Mirror´s Edge Catalyst – Grinduj XP, żeby móc podnosić nogi w powietrzu
Wygląda na to, że EA postanowiło uczynić drugie Mirror's Edge "przystępnym" w bardzo nieprzyjemne sposoby.
Jeśli myśleliście, że odpalając drugie Mirror's Edge, od razu będziecie mogli wykorzystać zdolności z jedynki i zostać bogami parkouru... bardzo się mylicie. Oto, co czeka na nas w Catalyst:
Tak – będziemy musieli grindować punkty doświadczenia, by zdobyć tak podstawowe umiejętności, jak bujanie się na rurze i podnoszenie nóg w powietrzu. Dla tych, którzy nie wiedzą, co to znaczy: wygląda na to, że poziomy będą musiały być zbalansowane (uproszczone) też pod ludzi, którzy zainwestowali na przykład w walkę z ochroniarzami z bronią palną, nie bieg. A zauważcie, że drzewko związane z systemem walki jest większe niż to związane z parkourem... Do tego domyślnie gra pokazuje nam Latającego Ducha Z Czerwonej Farby, który pokazuje nam, gdzie mamy biec – ot tak, na wszelki wypadek, gdybyśmy byli zbyt nierozgarnięci, by zauważyć krwistoczerwone elementy na jasnym tle.

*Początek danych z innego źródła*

//! What a member between points reaches over.

use super::direction::unit;
use crate::job::meant::Meaning;
use crate::job::meant::members::Whole;
use crate::job::meant::names::Root;
use crate::job::written::Entry;
use crate::job::written::assembly::entries::counted;
use crate::model::{Place, Spatial};

/// Points that lie nearer to one another than this share of their coordinates lie at one place.
const SAME: f64 = 1e-12;

/// What a member reaches over.
#[derive(Debug, Clone, Copy, PartialEq)]
pub(in crate::job::meant) enum Span {
    /// It has supports of its own.
    None,
    /// Something about its points is at fault.
    Wrong,
    Given(Reach),
}

/// From one point to another.
#[derive(Debug, Clone, Copy, PartialEq)]
pub(in crate::job::meant) struct Reach {
    pub(in crate::job::meant) start: usize,
    pub(in crate::job::meant) end: usize,
    /// The unit vector from start to end, exact where it lies along an axis.
    pub(in crate::job::meant) direction: Spatial<f64>,
    /// In metres.
    pub(in crate::job::meant) distance: f64,
}

/// What a member reaches over; reports keys that do not stand beside `between`, unknown points, and
/// points at one place.
pub(in crate::job::meant) fn span<'t>(
    whole: &Whole<'_, 't>,
    meaning: &mut Meaning<'_, 't>,
) -> Span {
    let between = match whole.between {
        Entry::Given(between) => between,
        Entry::Wrong => return Span::Wrong,
        Entry::Absent => {
            if let Some(carries) = whole.carries.given() {
                let message = "`carries` stands in a member `between` two points";
                let help = "take it out, or write `between`; a joint that parts is a `gap` segment";
                meaning.r.problems.say(&carries.place, message, help);
            }
            return Span::None;
        }
    };
    alone(whole, &between.place, meaning);
    let [start, end] = &between.value;
    let found = (
        meaning.find(Root::Point, start),
        meaning.find(Root::Point, end),
    );
    let (Some(from), Some(to)) = found else {
        return Span::Wrong;
    };
    let at = &meaning.space.at;
    let (Some(a), Some(b)) = (at[from], at[to]) else {
        return Span::Wrong;
    };
    let largest = a.iter().chain(&b).map(|q| q.value.abs());
    let largest = largest.fold(0.0, f64::max);
    let difference = [0, 1, 2].map(|axis| (b[axis] - a[axis]).value);
    match unit(difference) {
        Some((direction, distance)) if distance > SAME * largest => Span::Given(Reach {
            start: from,
            end: to,
            direction,
            distance,
        }),
        _ => {
            let message = format!(
                "the points `{}` and `{}` lie at one place, so the member `{}` has no length",
                start.value, end.value, whole.name.value
            );
            let help = "name another point, or look at their coordinates";
            meaning.r.problems.say(&between.place, message, help);
            Span::Wrong
        }
    }
}

/// Reports keys that do not stand beside `between`.
fn alone(whole: &Whole<'_, '_>, between: &Place, meaning: &mut Meaning<'_, '_>) {
    let own = whole.own;
    let supports = whole.supports.given().filter(|all| !all.value.is_empty());
    let coordinates = meaning.space.coordinates;
    let runs = whole
        .runs
        .given()
        .filter(|_| coordinates.is_some_and(|many| many > 1));
    let keys = [
        (
            "start",
            whole.start.given().map(|it| &it.place),
            &own.start.is_written(),
        ),
        (
            "end",
            whole.end.given().map(|it| &it.place),
            &own.end.is_written(),
        ),
        (
            "support",
            supports.map(|it| &it.place),
            &own.supports.is_written(),
        ),
        ("runs", runs.map(|it| &it.place), &own.runs.is_written()),
    ];
    let name = whole.name.value;
    for (key, place, is_own) in keys {
        let Some(place) = place else {
            continue;
        };
        let problems = &mut meaning.r.problems;
        if !is_own {
            let message = format!(
                "the member `{name}` takes over `{key}` by `like`, and a member between points has \
                 none"
            );
            let help = "write the keys that it shares out, in place of `like`";
            problems.say(between, message, help);
        } else if key == "runs" {
            let message = format!(
                "`runs` in the member `{name}`: in {} its points tell how it runs",
                counted(coordinates.unwrap_or(2))
            );
            problems.say(place, message, "take it out");
        } else {
            let message = format!("the member `{name}` lies between points, and so has no `{key}`");
            let help = "take it out; its points are held by a `hold`";
            problems.say(place, message, help);
        }
    }
}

Jako ktoś, kto zaprzyjaźnił się z Mirror's Edge przez to, jak bardzo różniło się od typowej gry AAA, nie mam teraz najlepszego nastroju, i nie jestem w tym odosobniony – fani ME przyjęli wieści bardzo źle i głośno lamentują teraz na forach oraz mediach społecznościowych. Oby mimo to Catalyst okazało się dobrą grą... albo przynajmniej nie zabiło przyszłości serii.